**Entries shown:**

#####

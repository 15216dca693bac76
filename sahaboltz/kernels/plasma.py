"""Plasma parameters, each formula once: Debye length, Debye-Hueckel lowering, coupling
parameter and the McWhirter criterion.

    lambda_D = sqrt(k T / (4 pi e^2 (n_e + sum_z z^2 n_z)))     [cm, Gaussian units]
    dchi_z   = (z + 1) e^2 / lambda_D                             [eV]
    Gamma_e  = e^2 / (a_e k T),  a_e = (3 / (4 pi n_e))^(1/3)
    Theta    = n_e lambda_e^3,   lambda_e = h / sqrt(2 pi m_e k T)   (electron degeneracy)
    n_e     >= 1.6e12 T^(1/2) dE^3                                [cm^-3, T in K, dE in eV]

z is the charge of the species being ionized (0 for a neutral atom): the electron that leaves
feels the net charge z + 1 of the remaining ion; a negative ion (z = -1) is not lowered.

Every formula comes twice: a fast core (leading underscore, plain float arrays, no checks) for
the solver's inner loops, and a checked public wrapper (Quantities or plain numbers in the
documented unit, clear errors) for users.  Both broadcast like numpy.
"""

from __future__ import annotations

from typing import Any

import numpy as np

from sahaboltz.constants import E_CHARGE, EV, H, K_B, M_E
from sahaboltz.quantities import as_array, as_positive_array

__all__ = ["MCWHIRTER_COEFFICIENT", "debye_length", "debye_hueckel_lowering",
           "coupling_parameter", "degeneracy_parameter", "mcwhirter_density"]

#: McWhirter (1965) criterion coefficient [cm^-3 K^-1/2 eV^-3]: n_e >= 1.6e12 T^1/2 dE^3
MCWHIRTER_COEFFICIENT = 1.6e12

# e^2 [eV cm]: (z + 1) e^2 / lambda_D in eV for lambda_D in cm
_E2_EV_CM = E_CHARGE**2 / EV
# 4 pi e^2 / k [cm K]: lambda_D^2 = T / (this x screening density)
_FOUR_PI_E2_OVER_K = 4.0 * np.pi * E_CHARGE**2 / K_B


# 2 pi m_e k / h^2 [cm^-2 K^-1]
_TWO_PI_ME_K_H2 = 2.0 * np.pi * M_E * K_B / H**2


# -- fast cores --------------------------------------------------------------------------
def _log_quantum_concentration(t: np.ndarray) -> np.ndarray:
    """ln (2 pi m_e k T / h^2)^{3/2} = -3 ln lambda_e [cm^-3]: the electrons' quantum
    concentration (the constant of the Saha equation, and the degeneracy scale)."""
    return 1.5 * np.log(_TWO_PI_ME_K_H2 * t)


def _debye_length(t: np.ndarray, screening_density: np.ndarray) -> np.ndarray:
    """lambda_D [cm] from T [K] and the screening density n_e + sum z^2 n_z [cm^-3]."""
    return np.sqrt(t / (_FOUR_PI_E2_OVER_K * screening_density))


def _lowering_ev(charge: np.ndarray, lam: np.ndarray) -> np.ndarray:
    """Debye-Hueckel lowering [eV] of species of ``charge`` at Debye length ``lam`` [cm]."""
    return np.maximum(np.asarray(charge, dtype=float) + 1.0, 0.0) * (_E2_EV_CM / lam)


def _coupling(t: np.ndarray, n_e: np.ndarray) -> np.ndarray:
    """Electron coupling parameter Gamma_e."""
    a = (3.0 / (4.0 * np.pi * n_e)) ** (1.0 / 3.0)
    return E_CHARGE**2 / (a * K_B * t)


def _degeneracy(t: np.ndarray, n_e: np.ndarray) -> np.ndarray:
    """n_e lambda_e^3: the electrons per cube of their thermal wavelength (the Saha
    equation's own constant: n_e / (2 pi m_e k T / h^2)^{3/2})."""
    return n_e * np.exp(-_log_quantum_concentration(t))


def _mcwhirter(t: np.ndarray, delta_e_ev: np.ndarray) -> np.ndarray:
    """McWhirter's lower bound on n_e [cm^-3]."""
    return MCWHIRTER_COEFFICIENT * np.sqrt(t) * delta_e_ev**3


# -- checked wrappers ----------------------------------------------------------------------
def debye_length(temperature: Any, electron_density: Any, sum_z2_n: Any = None) -> np.ndarray:
    """Debye length of a plasma of electrons and ions [cm].

    Parameters
    ----------
    temperature : float, array_like or Quantity
        Temperature [K].
    electron_density : float, array_like or Quantity
        Electron number density n_e [cm^-3].
    sum_z2_n : float, array_like or Quantity, optional
        sum over ions of z^2 n_z [cm^-3].  Default: n_e (singly charged ions, neutral plasma),
        so that the screening density is 2 n_e.

    Returns
    -------
    ndarray
        lambda_D [cm], broadcast shape of the inputs.
    """
    t = as_positive_array(temperature, "K", "temperature")
    ne = as_positive_array(electron_density, "cm-3", "electron_density")
    ions = ne if sum_z2_n is None else as_array(sum_z2_n, "cm-3", "sum_z2_n", allow_negative=False)
    return _debye_length(t, ne + ions)


def debye_hueckel_lowering(charge: Any, debye_length_cm: Any) -> np.ndarray:
    """Debye-Hueckel lowering of the ionization potential [eV].

    Parameters
    ----------
    charge : int or array_like
        Charge z of the species being ionized (0 for the neutral atom, 1 for a singly
        charged ion, ...).
    debye_length_cm : float, array_like or Quantity
        Debye length [cm] (see :func:`debye_length`).

    Returns
    -------
    ndarray
        dchi = (z + 1) e^2 / lambda_D [eV], broadcast shape of the inputs.
    """
    z = as_array(charge, "", "charge", allow_negative=False)
    lam = as_positive_array(debye_length_cm, "cm", "debye_length_cm")
    return _lowering_ev(z, lam)


def coupling_parameter(temperature: Any, electron_density: Any) -> np.ndarray:
    """Electron coupling parameter Gamma_e = e^2 / (a_e k T), a_e = (3 / (4 pi n_e))^(1/3).

    Well below 1 the plasma is weakly coupled (ideal gas plus Debye-Hueckel corrections);
    near and above 1 those corrections fail.
    """
    t = as_positive_array(temperature, "K", "temperature")
    ne = as_positive_array(electron_density, "cm-3", "electron_density")
    return _coupling(t, ne)


def degeneracy_parameter(temperature: Any, electron_density: Any) -> np.ndarray:
    """Electron degeneracy parameter n_e lambda_e^3, lambda_e = h / sqrt(2 pi m_e k T).

    Well below 1 the electrons are a classical (Boltzmann) gas, as the Saha equation
    assumes; near and above 1 they are degenerate and the ideal-gas model fails.
    """
    t = as_positive_array(temperature, "K", "temperature")
    ne = as_positive_array(electron_density, "cm-3", "electron_density")
    return _degeneracy(t, ne)


def mcwhirter_density(temperature: Any, delta_e_ev: Any) -> np.ndarray:
    """McWhirter's lower bound on n_e for LTE, 1.6e12 T^1/2 dE^3 [cm^-3].

    Parameters
    ----------
    temperature : float, array_like or Quantity
        T [K].
    delta_e_ev : float, array_like or Quantity
        The largest energy gap between adjacent levels [eV].
    """
    t = as_positive_array(temperature, "K", "temperature")
    de = as_positive_array(delta_e_ev, "eV", "delta_e_ev")
    return _mcwhirter(t, de)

#####

**Exercise description:** Output the data once more, exactly as given.

**Result:**
repository 15216dca693bac76
filename sahaboltz/kernels/plasma.py
"""Plasma parameters, each formula once: Debye length, Debye-Hueckel lowering, coupling
parameter and the McWhirter criterion.

    lambda_D = sqrt(k T / (4 pi e^2 (n_e + sum_z z^2 n_z)))     [cm, Gaussian units]
    dchi_z   = (z + 1) e^2 / lambda_D                             [eV]
    Gamma_e  = e^2 / (a_e k T),  a_e = (3 / (4 pi n_e))^(1/3)
    Theta    = n_e lambda_e^3,   lambda_e = h / sqrt(2 pi m_e k T)   (electron degeneracy)
    n_e     >= 1.6e12 T^(1/2) dE^3                                [cm^-3, T in K, dE in eV]

z is the charge of the species being ionized (0 for a neutral atom): the electron that leaves
feels the net charge z + 1 of the remaining ion; a negative ion (z = -1) is not lowered.

Every formula comes twice: a fast core (leading underscore, plain float arrays, no checks) for
the solver's inner loops, and a checked public wrapper (Quantities or plain numbers in the
documented unit, clear errors) for users.  Both broadcast like numpy.
"""

from __future__ import annotations

from typing import Any

import numpy as np

from sahaboltz.constants import E_CHARGE, EV, H, K_B, M_E
from sahaboltz.quantities import as_array, as_positive_array

__all__ = ["MCWHIRTER_COEFFICIENT", "debye_length", "debye_hueckel_lowering",
           "coupling_parameter", "degeneracy_parameter", "mcwhirter_density"]

#: McWhirter (1965) criterion coefficient [cm^-3 K^-1/2 eV^-3]: n_e >= 1.6e12 T^1/2 dE^3
MCWHIRTER_COEFFICIENT = 1.6e12

# e^2 [eV cm]: (z + 1) e^2 / lambda_D in eV for lambda_D in cm
_E2_EV_CM = E_CHARGE**2 / EV
# 4 pi e^2 / k [cm K]: lambda_D^2 = T / (this x screening density)
_FOUR_PI_E2_OVER_K = 4.0 * np.pi * E_CHARGE**2 / K_B


# 2 pi m_e k / h^2 [cm^-2 K^-1]
_TWO_PI_ME_K_H2 = 2.0 * np.pi * M_E * K_B / H**2


# -- fast cores --------------------------------------------------------------------------
def _log_quantum_concentration(t: np.ndarray) -> np.ndarray:
    """ln (2 pi m_e k T / h^2)^{3/2} = -3 ln lambda_e [cm^-3]: the electrons' quantum
    concentration (the constant of the Saha equation, and the degeneracy scale)."""
    return 1.5 * np.log(_TWO_PI_ME_K_H2 * t)


def _debye_length(t: np.ndarray, screening_density: np.ndarray) -> np.ndarray:
    """lambda_D [cm] from T [K] and the screening density n_e + sum z^2 n_z [cm^-3]."""
    return np.sqrt(t / (_FOUR_PI_E2_OVER_K * screening_density))


def _lowering_ev(charge: np.ndarray, lam: np.ndarray) -> np.ndarray:
    """Debye-Hueckel lowering [eV] of species of ``charge`` at Debye length ``lam`` [cm]."""
    return np.maximum(np.asarray(charge, dtype=float) + 1.0, 0.0) * (_E2_EV_CM / lam)


def _coupling(t: np.ndarray, n_e: np.ndarray) -> np.ndarray:
    """Electron coupling parameter Gamma_e."""
    a = (3.0 / (4.0 * np.pi * n_e)) ** (1.0 / 3.0)
    return E_CHARGE**2 / (a * K_B * t)


def _degeneracy(t: np.ndarray, n_e: np.ndarray) -> np.ndarray:
    """n_e lambda_e^3: the electrons per cube of their thermal wavelength (the Saha
    equation's own constant: n_e / (2 pi m_e k T / h^2)^{3/2})."""
    return n_e * np.exp(-_log_quantum_concentration(t))


def _mcwhirter(t: np.ndarray, delta_e_ev: np.ndarray) -> np.ndarray:
    """McWhirter's lower bound on n_e [cm^-3]."""
    return MCWHIRTER_COEFFICIENT * np.sqrt(t) * delta_e_ev**3


# -- checked wrappers ----------------------------------------------------------------------
def debye_length(temperature: Any, electron_density: Any, sum_z2_n: Any = None) -> np.ndarray:
    """Debye length of a plasma of electrons and ions [cm].

    Parameters
    ----------
    temperature : float, array_like or Quantity
        Temperature [K].
    electron_density : float, array_like or Quantity
        Electron number density n_e [cm^-3].
    sum_z2_n : float, array_like or Quantity, optional
        sum over ions of z^2 n_z [cm^-3].  Default: n_e (singly charged ions, neutral plasma),
        so that the screening density is 2 n_e.

    Returns
    -------
    ndarray
        lambda_D [cm], broadcast shape of the inputs.
    """
    t = as_positive_array(temperature, "K", "temperature")
    ne = as_positive_array(electron_density, "cm-3", "electron_density")
    ions = ne if sum_z2_n is None else as_array(sum_z2_n, "cm-3", "sum_z2_n", allow_negative=False)
    return _debye_length(t, ne + ions)


def debye_hueckel_lowering(charge: Any, debye_length_cm: Any) -> np.ndarray:
    """Debye-Hueckel lowering of the ionization potential [eV].

    Parameters
    ----------
    charge : int or array_like
        Charge z of the species being ionized (0 for the neutral atom, 1 for a singly
        charged ion, ...).
    debye_length_cm : float, array_like or Quantity
        Debye length [cm] (see :func:`debye_length`).

    Returns
    -------
    ndarray
        dchi = (z + 1) e^2 / lambda_D [eV], broadcast shape of the inputs.
    """
    z = as_array(charge, "", "charge", allow_negative=False)
    lam = as_positive_array(debye_length_cm, "cm", "debye_length_cm")
    return _lowering_ev(z, lam)


def coupling_parameter(temperature: Any, electron_density: Any) -> np.ndarray:
    """Electron coupling parameter Gamma_e = e^2 / (a_e k T), a_e = (3 / (4 pi n_e))^(1/3).

    Well below 1 the plasma is weakly coupled (ideal gas plus Debye-Hueckel corrections);
    near and above 1 those corrections fail.
    """
    t = as_positive_array(temperature, "K", "temperature")
    ne = as_positive_array(electron_density, "cm-3", "electron_density")
    return _coupling(t, ne)


def degeneracy_parameter(temperature: Any, electron_density: Any) -> np.ndarray:
    """Electron degeneracy parameter n_e lambda_e^3, lambda_e = h / sqrt(2 pi m_e k T).

    Well below 1 the electrons are a classical (Boltzmann) gas, as the Saha equation
    assumes; near and above 1 they are degenerate and the ideal-gas model fails.
    """
    t = as_positive_array(temperature, "K", "temperature")
    ne = as_positive_array(electron_density, "cm-3", "electron_density")
    return _degeneracy(t, ne)


def mcwhirter_density(temperature: Any, delta_e_ev: Any) -> np.ndarray:
    """McWhirter's lower bound on n_e for LTE, 1.6e12 T^1/2 dE^3 [cm^-3].

    Parameters
    ----------
    temperature : float, array_like or Quantity
        T [K].
    delta_e_ev : float, array_like or Quantity
        The largest energy gap between adjacent levels [eV].
    """
    t = as_positive_array(temperature, "K", "temperature")
    de = as_positive_array(delta_e_ev, "eV", "delta_e_ev")
    return _mcwhirter(t, de)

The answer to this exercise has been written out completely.